[Items listed in a dataset]
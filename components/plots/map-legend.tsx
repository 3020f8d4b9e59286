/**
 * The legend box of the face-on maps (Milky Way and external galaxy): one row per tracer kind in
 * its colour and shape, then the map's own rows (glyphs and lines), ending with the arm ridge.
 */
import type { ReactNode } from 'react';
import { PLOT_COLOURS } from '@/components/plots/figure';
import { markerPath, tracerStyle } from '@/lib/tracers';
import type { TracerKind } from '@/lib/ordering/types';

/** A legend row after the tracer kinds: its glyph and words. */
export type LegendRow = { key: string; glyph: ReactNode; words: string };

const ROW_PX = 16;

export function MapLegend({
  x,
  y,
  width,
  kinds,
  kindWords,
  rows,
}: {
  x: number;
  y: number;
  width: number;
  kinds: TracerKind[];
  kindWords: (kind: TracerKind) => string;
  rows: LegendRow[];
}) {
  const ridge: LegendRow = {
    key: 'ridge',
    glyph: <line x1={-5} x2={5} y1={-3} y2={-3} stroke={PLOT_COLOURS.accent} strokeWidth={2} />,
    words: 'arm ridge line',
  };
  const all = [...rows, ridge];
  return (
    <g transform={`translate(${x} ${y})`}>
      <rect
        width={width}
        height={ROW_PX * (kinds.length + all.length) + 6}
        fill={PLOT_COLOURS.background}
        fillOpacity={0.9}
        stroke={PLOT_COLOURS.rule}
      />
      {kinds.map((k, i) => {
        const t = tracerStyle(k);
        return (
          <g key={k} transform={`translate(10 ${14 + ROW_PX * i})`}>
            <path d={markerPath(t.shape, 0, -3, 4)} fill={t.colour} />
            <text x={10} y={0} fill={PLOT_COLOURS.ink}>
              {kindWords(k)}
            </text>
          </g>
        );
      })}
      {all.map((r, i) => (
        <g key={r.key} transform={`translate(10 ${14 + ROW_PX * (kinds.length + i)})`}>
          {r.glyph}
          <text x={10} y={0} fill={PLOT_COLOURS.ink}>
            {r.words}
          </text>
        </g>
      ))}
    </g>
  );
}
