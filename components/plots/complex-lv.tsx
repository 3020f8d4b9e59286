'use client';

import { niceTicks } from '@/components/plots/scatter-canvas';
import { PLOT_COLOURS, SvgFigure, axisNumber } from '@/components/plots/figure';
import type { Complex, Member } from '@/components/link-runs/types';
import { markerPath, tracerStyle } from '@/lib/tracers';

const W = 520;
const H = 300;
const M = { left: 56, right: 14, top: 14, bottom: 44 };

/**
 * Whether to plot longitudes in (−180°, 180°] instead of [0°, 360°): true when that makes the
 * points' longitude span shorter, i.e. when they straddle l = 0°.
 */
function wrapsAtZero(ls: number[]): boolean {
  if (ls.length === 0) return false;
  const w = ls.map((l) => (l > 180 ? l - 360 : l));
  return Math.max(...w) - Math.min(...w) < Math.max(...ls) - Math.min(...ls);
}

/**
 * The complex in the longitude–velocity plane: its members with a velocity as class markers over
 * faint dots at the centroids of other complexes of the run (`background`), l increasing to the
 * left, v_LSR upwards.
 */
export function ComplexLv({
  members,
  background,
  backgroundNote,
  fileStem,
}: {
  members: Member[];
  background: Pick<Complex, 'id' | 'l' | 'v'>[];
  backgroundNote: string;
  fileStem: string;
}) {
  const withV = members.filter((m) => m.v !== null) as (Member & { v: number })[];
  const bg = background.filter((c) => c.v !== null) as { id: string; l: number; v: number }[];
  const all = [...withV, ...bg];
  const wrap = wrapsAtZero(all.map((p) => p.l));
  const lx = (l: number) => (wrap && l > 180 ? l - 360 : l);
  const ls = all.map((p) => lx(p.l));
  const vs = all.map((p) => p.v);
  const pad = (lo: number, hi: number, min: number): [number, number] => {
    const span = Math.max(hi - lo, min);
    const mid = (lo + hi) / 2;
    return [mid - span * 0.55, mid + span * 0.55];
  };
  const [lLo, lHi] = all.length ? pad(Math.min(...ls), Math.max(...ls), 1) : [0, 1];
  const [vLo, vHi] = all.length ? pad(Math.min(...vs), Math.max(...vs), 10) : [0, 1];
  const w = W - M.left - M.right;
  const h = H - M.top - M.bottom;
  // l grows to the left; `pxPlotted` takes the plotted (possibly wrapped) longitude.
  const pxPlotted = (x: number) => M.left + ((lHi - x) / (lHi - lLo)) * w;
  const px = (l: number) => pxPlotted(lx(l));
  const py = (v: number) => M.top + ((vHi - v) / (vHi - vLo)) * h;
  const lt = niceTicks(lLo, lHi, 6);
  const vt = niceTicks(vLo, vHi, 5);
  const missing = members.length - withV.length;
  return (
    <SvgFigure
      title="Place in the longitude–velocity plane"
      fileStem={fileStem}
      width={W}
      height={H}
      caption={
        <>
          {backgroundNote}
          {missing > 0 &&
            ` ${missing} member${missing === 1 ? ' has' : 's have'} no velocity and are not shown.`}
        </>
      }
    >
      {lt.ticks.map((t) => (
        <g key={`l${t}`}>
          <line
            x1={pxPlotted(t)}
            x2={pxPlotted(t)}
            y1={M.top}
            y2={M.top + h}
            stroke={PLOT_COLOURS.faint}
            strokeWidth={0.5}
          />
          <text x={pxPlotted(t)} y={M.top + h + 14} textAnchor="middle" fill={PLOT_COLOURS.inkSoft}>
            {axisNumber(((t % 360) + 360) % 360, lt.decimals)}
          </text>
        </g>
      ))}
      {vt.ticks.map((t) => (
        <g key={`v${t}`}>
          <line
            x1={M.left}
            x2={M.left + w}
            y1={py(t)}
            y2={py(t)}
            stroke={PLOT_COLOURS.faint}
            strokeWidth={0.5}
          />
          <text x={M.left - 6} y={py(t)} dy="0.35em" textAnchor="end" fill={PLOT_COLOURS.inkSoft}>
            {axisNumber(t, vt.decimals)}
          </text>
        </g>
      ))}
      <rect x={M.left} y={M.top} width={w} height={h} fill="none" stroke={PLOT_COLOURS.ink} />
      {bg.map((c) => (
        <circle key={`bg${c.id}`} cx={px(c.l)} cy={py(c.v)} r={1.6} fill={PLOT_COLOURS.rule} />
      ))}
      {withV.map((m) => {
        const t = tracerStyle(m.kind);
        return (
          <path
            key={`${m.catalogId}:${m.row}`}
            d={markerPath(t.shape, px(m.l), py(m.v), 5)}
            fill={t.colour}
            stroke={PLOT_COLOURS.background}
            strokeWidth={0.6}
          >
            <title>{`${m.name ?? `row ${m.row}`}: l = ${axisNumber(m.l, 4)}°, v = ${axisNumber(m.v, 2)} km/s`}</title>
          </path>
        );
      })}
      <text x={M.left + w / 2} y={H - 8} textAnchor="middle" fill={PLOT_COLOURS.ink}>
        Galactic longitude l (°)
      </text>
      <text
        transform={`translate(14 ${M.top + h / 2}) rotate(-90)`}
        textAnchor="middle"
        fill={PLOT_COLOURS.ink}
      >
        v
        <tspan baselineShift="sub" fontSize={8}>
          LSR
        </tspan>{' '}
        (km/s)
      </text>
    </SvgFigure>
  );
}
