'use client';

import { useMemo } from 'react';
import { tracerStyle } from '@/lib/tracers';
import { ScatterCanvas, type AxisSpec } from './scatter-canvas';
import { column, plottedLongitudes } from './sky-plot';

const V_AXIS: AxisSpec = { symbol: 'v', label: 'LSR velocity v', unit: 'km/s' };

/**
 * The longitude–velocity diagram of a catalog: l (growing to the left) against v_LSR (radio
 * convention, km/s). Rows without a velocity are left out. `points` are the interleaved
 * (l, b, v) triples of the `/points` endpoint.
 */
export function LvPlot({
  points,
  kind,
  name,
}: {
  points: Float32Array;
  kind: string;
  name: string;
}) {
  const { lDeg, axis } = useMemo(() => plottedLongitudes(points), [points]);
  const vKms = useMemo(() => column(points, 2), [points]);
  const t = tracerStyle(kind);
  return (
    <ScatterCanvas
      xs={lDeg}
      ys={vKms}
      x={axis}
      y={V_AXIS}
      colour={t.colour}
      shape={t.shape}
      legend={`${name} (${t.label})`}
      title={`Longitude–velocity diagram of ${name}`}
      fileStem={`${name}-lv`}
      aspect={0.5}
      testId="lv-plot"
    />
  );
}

*Your objective:* Write down how many lines of the data above carry the word "function". Nothing else belongs in the answer.

*Written answer:* 4